Stef Schwartz, Vapid Fluff Editor

I have only ever ghosted exactly one person, and it happened because our fledgling relationship wasn’t working even a little bit and I had become acutely aware that she was a bad person who happened to be using me. Personally, I’m only ever really into being used by people I’m really into – I will let you get away with MURDER if I’m into you – so I decided to cut the whole thing off and let it all fade into the background. It took her a long time to notice (which confirmed my suspicions). If I’m being real we started talking again (as friends) a few months later because I’m a Scorpio and terrible at ghosting. It’s in my nature to over-communicate everything. I don’t think I could do it again.


Reneice Charles, Writer

I’ve always been on team ghosting is immature, but I’ve done it twice. Both times it was with people I’d previously been casually dating who started to engage with me in ways that I didn’t like. In both cases I expressed that I wasn’t interested in the same things they were, and both times their response was to ignore that boundary/think they could change my mind/try to win me over by continuing to reach out to me/call me at 2 AM for booty calls instead. Eventually it became clear that no matter what I said or did, they’d use it as an opening to keep pushing, so I channeled my inner Casper and disappeared.

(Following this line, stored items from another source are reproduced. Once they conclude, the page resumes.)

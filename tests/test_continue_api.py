"""``POST /v1/continue`` in process: the contract, replay, the policy really applied at every
step (checked against a full recomputation with the model and SciPy's softmax and entropy),
streaming, metrics and every error class."""

from __future__ import annotations

import asyncio
import dataclasses
import json
import time
from collections.abc import Iterator
from pathlib import Path
from typing import Any

import numpy as np
import orjson
import pytest
from conftest import assert_problem, auth, in_process
from fastapi.testclient import TestClient
from prometheus_client import REGISTRY
from scipy.special import log_softmax, softmax
from scipy.stats import entropy

from service.app import _event_stream
from service.model import BUNDLED, Model
from service.prompting import PromptRun, StepRecord
from service.registry import load_registry
from service.sampling import final_distribution, parse_chain

PROMPT = "KING. Good morrow, my lords. What news from the north, and"


def wait_ready(client: TestClient) -> None:
    deadline = time.monotonic() + 30
    while client.get("/readyz").status_code != 200:
        assert time.monotonic() < deadline, client.get("/readyz").text
        time.sleep(0.05)


@pytest.fixture(scope="module")
def model() -> Model:
    return Model(BUNDLED, threads=1)


@pytest.fixture
def client(registry: Path) -> Iterator[TestClient]:
    with in_process(registry) as test_client:
        wait_ready(test_client)
        yield test_client


def go(client: TestClient, body: dict[str, Any], who: str = "prompt-book-app") -> Any:
    return client.post("/v1/continue", json=body, headers=auth(who))


def test_answer_has_the_contract_fields(client: TestClient) -> None:
    r = go(client, {"prompt": PROMPT, "seed": 5, "routing_key": "act-1"})
    assert r.status_code == 200, r.text
    body = r.json()
    assert body["client"] == "prompt-book-app" and body["policy"] == "prompt-book"
    assert body["version"] in (3, 4) and body["arm"] in ("control", "candidate")
    assert body["seed"] == 5 and body["finish"] in ("budget", "end", "stop")
    assert len(body["tokens"]) == len(body["steps"]) >= 1
    assert body["text"] == "".join(s["text"] for s in body["steps"])
    step_keys = {"token", "text", "prob", "logprob", "entropy", "kept", "kept_mass", "fallback"}
    for step, token in zip(body["steps"], body["tokens"], strict=True):
        assert set(step) == step_keys and step["token"] == token
        assert 0 < step["prob"] <= 1 and step["kept"] >= 1 and 0 < step["kept_mass"] <= 1
    if body["finish"] == "stop":
        assert "\n\n" not in body["text"]  # prompt-book stops at a blank line, never emitting it


def test_same_seed_replays_and_other_seeds_differ(client: TestClient) -> None:
    first = go(client, {"prompt": PROMPT, "seed": 11, "routing_key": "act-2"}).json()
    again = go(client, {"prompt": PROMPT, "seed": 11, "routing_key": "act-2"}).json()
    assert again["tokens"] == first["tokens"] and again["text"] == first["text"]
    others = {
        tuple(go(client, {"prompt": PROMPT, "seed": s, "routing_key": "act-2"}).json()["tokens"])
        for s in (12, 13, 14)
    }
    assert len(others | {tuple(first["tokens"])}) >= 3


def test_every_step_follows_the_policy(client: TestClient, registry: Path, model: Model) -> None:
    """Recompute each step's logits with the model (no cache) and check the served token lies in
    the policy's kept set, and that the diagnostics match SciPy's softmax and entropy of the raw
    logits (DESIGN.md §1: entropy and logprob describe the raw model at T = 1)."""
    body = go(client, {"prompt": PROMPT, "seed": 21, "routing_key": "act-3", "budget": 24}).json()
    chain = load_registry(registry).chain(("prompt-book", body["version"]))
    ids = model.text_ids(PROMPT)
    generated = body["tokens"]
    logits, _ = model.forward(np.asarray([ids + generated], np.int64), model.empty_cache())
    for t, step in enumerate(body["steps"]):
        row = logits[0, len(ids) - 1 + t].astype(np.float64)
        history = [ids[1:] + generated[:t]]  # the start marker is not part of the history
        dist = final_distribution(chain, row.astype(np.float32), history)[0]
        assert dist[step["token"]] > 0, f"step {t}: token outside the kept set"
        assert step["kept"] == int(np.count_nonzero(dist))
        assert step["prob"] == pytest.approx(dist[step["token"]], rel=1e-3)
        assert step["logprob"] == pytest.approx(log_softmax(row)[step["token"]], abs=1e-3)
        assert step["entropy"] == pytest.approx(entropy(softmax(row)), abs=1e-3)


def test_budget_is_capped_by_the_policy(client: TestClient) -> None:
    capped = go(client, {"prompt": PROMPT, "budget": 10_000}, who="usher-desk").json()
    assert capped["budget"] == 64  # box-office@1's budget
    assert len(capped["tokens"]) <= 64
    short = go(client, {"prompt": PROMPT, "budget": 3, "seed": 1}, who="usher-desk").json()
    assert short["budget"] == 3 and len(short["tokens"]) <= 3


def test_adjust_within_range_refused_or_clamped_outside(client: TestClient) -> None:
    # Sticky keys pick the arm: scene-1 lands on prompt-book@3 (rejects out-of-range values),
    # scene-9 on @4 (clamps them).
    reject = {"prompt": PROMPT, "budget": 4, "routing_key": "scene-1"}
    clamp = {"prompt": PROMPT, "budget": 4, "routing_key": "scene-9"}
    ok = go(client, {**reject, "adjust": {"temperature": 0.6}})
    assert ok.status_code == 200 and ok.json()["version"] == 3, ok.text
    assert_problem(go(client, {**reject, "adjust": {"temperature": 3.0}}), 422, "0.5")
    assert_problem(go(client, {**reject, "adjust": {"top_p": 0.5}}), 422)
    clamped = go(client, {**clamp, "adjust": {"temperature": 3.0}})
    assert clamped.status_code == 200 and clamped.json()["version"] == 4, clamped.text
    assert clamped.json()["clamped"] == ["temperature"]


def test_streaming_sends_one_step_event_per_token(client: TestClient) -> None:
    events: list[tuple[str, Any]] = []
    with client.stream(
        "POST",
        "/v1/continue",
        json={"prompt": PROMPT, "seed": 5, "routing_key": "act-1", "stream": True},
        headers=auth("prompt-book-app"),
    ) as r:
        assert r.status_code == 200
        assert r.headers["content-type"].startswith("text/event-stream")
        for block in r.read().decode().split("\n\n"):
            if block.strip():
                fields = dict(line.split(": ", 1) for line in block.splitlines())
                events.append((fields["event"], json.loads(fields["data"])))
    kinds = [e for e, _ in events]
    assert kinds[0] == "start" and kinds[-1] == "done" and set(kinds[1:-1]) == {"step"}
    done = events[-1][1]
    steps = [d for e, d in events if e == "step"]
    assert [s["token"] for s in steps] == done["tokens"]
    assert "".join(s["text"] for s in steps) == done["text"]
    plain = go(client, {"prompt": PROMPT, "seed": 5, "routing_key": "act-1"}).json()
    assert plain["tokens"] == done["tokens"] and plain["finish"] == done["finish"]


def _stream_chunks(model: Model, flush_seconds: float) -> list[bytes]:
    """The chunks of a 40-step stream as the app writes them (the end token banned)."""
    chain = parse_chain([{"ban": [0]}, {"temperature": 1.0}])
    run = PromptRun(model, chain, PROMPT, budget=40, seed=8)

    async def collect() -> list[bytes]:
        return [chunk async for chunk in _event_stream({"seed": 8}, run, flush_seconds)]

    return asyncio.run(collect())


def test_streamed_steps_go_out_at_most_once_per_flush_interval(model: Model) -> None:
    # 40 steps take tens of milliseconds: with a one-second interval the first step goes out
    # alone, at once, and the other 39 in one write when the run ends.
    chunks = _stream_chunks(model, flush_seconds=1.0)
    steps_per_chunk = [chunk.count(b"event: step\n") for chunk in chunks]
    assert steps_per_chunk == [0, 1, 39, 0], steps_per_chunk
    assert chunks[0].startswith(b"event: start\n") and chunks[-1].startswith(b"event: done\n")
    # Interval 0: every step is handed over as made; the events are the same.
    every = _stream_chunks(model, flush_seconds=0.0)
    assert b"".join(every) == b"".join(chunks)
    assert sum(chunk.count(b"event: step\n") for chunk in every) == 40


def metric(name: str, **labels: str) -> float:
    return REGISTRY.get_sample_value(name, labels) or 0.0


def test_steps_are_counted_like_pick_rows(client: TestClient) -> None:
    labels = {"client": "usher-desk", "policy": "box-office", "version": "1", "arm": "0"}
    before = metric("keepset_rows_total", **labels)
    kept_before = metric(
        "keepset_kept_tokens_count", policy="box-office", version="1", role="served"
    )
    body = go(client, {"prompt": PROMPT, "budget": 9, "seed": 2}, who="usher-desk").json()
    steps = len(body["steps"])
    assert metric("keepset_rows_total", **labels) == before + steps
    kept_after = metric(
        "keepset_kept_tokens_count", policy="box-office", version="1", role="served"
    )
    assert kept_after == kept_before + steps


def test_shadow_policy_sees_every_step(client: TestClient) -> None:
    shadow = {"policy": "prompt-book", "version": "5", "role": "shadow"}
    before = metric("keepset_kept_tokens_count", **shadow)
    body = go(client, {"prompt": PROMPT, "budget": 6, "seed": 3}).json()
    assert metric("keepset_kept_tokens_count", **shadow) == before + len(body["steps"])


def test_bad_requests(client: TestClient) -> None:
    assert_problem(go(client, {"prompt": "word " * 400}), 413, "context is 256 tokens")
    streamed = {"prompt": "word " * 400, "stream": True}
    assert_problem(go(client, streamed), 413, "context is 256 tokens")
    assert_problem(go(client, {"prompt": 3}), 400, "prompt")
    assert_problem(go(client, {"prompt": "x", "budget": 0}), 400, "budget")
    assert_problem(go(client, {"prompt": "x", "colour": "red"}), 400, "colour")
    assert_problem(go(client, {}), 400, "prompt")
    bad_json = client.post(
        "/v1/continue",
        content=b'{"prompt": ',
        headers={**auth("prompt-book-app"), "Content-Type": "application/json"},
    )
    assert_problem(bad_json, 400, "JSON")
    wrong_type = client.post(
        "/v1/continue",
        content=b"hello",
        headers={**auth("usher-desk"), "Content-Type": "text/plain"},
    )
    assert_problem(wrong_type, 415)
    assert_problem(client.post("/v1/continue", json={"prompt": "x"}), 401)
    assert_problem(go(client, {"prompt": "x"}, who="stage-manager"), 403)


def test_broken_model_folder_is_not_ready_but_picks_still_work(
    registry: Path, tmp_path: Path
) -> None:
    broken = tmp_path / "model"
    broken.mkdir()
    (broken / "model.json").write_text("{}")
    with in_process(registry, model=broken) as client:
        deadline = time.monotonic() + 10
        while "loading" in client.get("/readyz").text and time.monotonic() < deadline:
            time.sleep(0.05)
        problem = assert_problem(client.get("/readyz"), 503, "model not loaded")
        assert "missing model.onnx" in problem["detail"]
        assert_problem(go(client, {"prompt": "x"}), 503, "model.onnx")
        pick = client.post("/v1/pick", json={"logits": [1.0, 2.0]}, headers=auth("usher-desk"))
        assert pick.status_code == 200


def test_stopping_while_the_model_loads_waits_for_the_load(registry: Path) -> None:
    """An app stopped a moment after it started must wait for the model's loading thread (a
    cancel cannot stop it): an onnxruntime thread still starting at interpreter exit aborts the
    process ("terminate called without an active exception")."""
    with in_process(registry) as client:
        assert client.get("/healthz").status_code == 200
        live = client.app.state.live  # type: ignore[attr-defined]
        assert live.model is None  # stopped long before a load could finish
    assert live.model is not None and live.model_problem is None


def test_step_record_is_written_as_its_fields() -> None:
    """The answers' per-step objects are StepRecords written by orjson: every field, by name
    and in order, with JSON's values (checked against the standard library's encoder)."""
    record = StepRecord(7, 'a"é', 0.5, -0.69, 1.2, 12, 0.9, None)
    written = orjson.dumps(record)
    assert json.loads(written) == dataclasses.asdict(record)
    assert list(json.loads(written)) == [f.name for f in dataclasses.fields(StepRecord)]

I still stand by the decision. I tried to communicate before resorting to ghosting. Still, it makes me sad that it happened. It’s true that some people or situations don’t deserve communication to come to a resolution, but I do think those instances are relatively rare. Most cases of ghosting boil down to a lack of respect or ability to communicate effectively on someone’s part.


Vanessa Friedman, Community Editor

I have thought for a very long time about this and I really truly cross my heart do not think I’ve ever ghosted someone in a dating context? I’m sorry! I! Love! Direct! Communication!

I ghosted on a professional writing assignment once (not for Autostraddle) because I got overwhelmed and couldn’t meet the deadline and then just stopped responding to the editor’s emails. I think about that like, once a day because it’s so embarrassing and I’m so overcome with guilt and shame about it.

So, I don’t believe in ghosting people, but I do believe in taking a lot of intentional space after a breakup, and this is rarely received well. My ideal breakup situation is, after the actual breakup, for us to literally not speak to one another for… several months? At least one month. I have been told I am a monster for wanting this. I have also been told I am a genius for following through with this. It does seem to be, um, unusual for lesbians and queers to take this path in a breakup, but I really truly strongly believe that it is the right thing to do.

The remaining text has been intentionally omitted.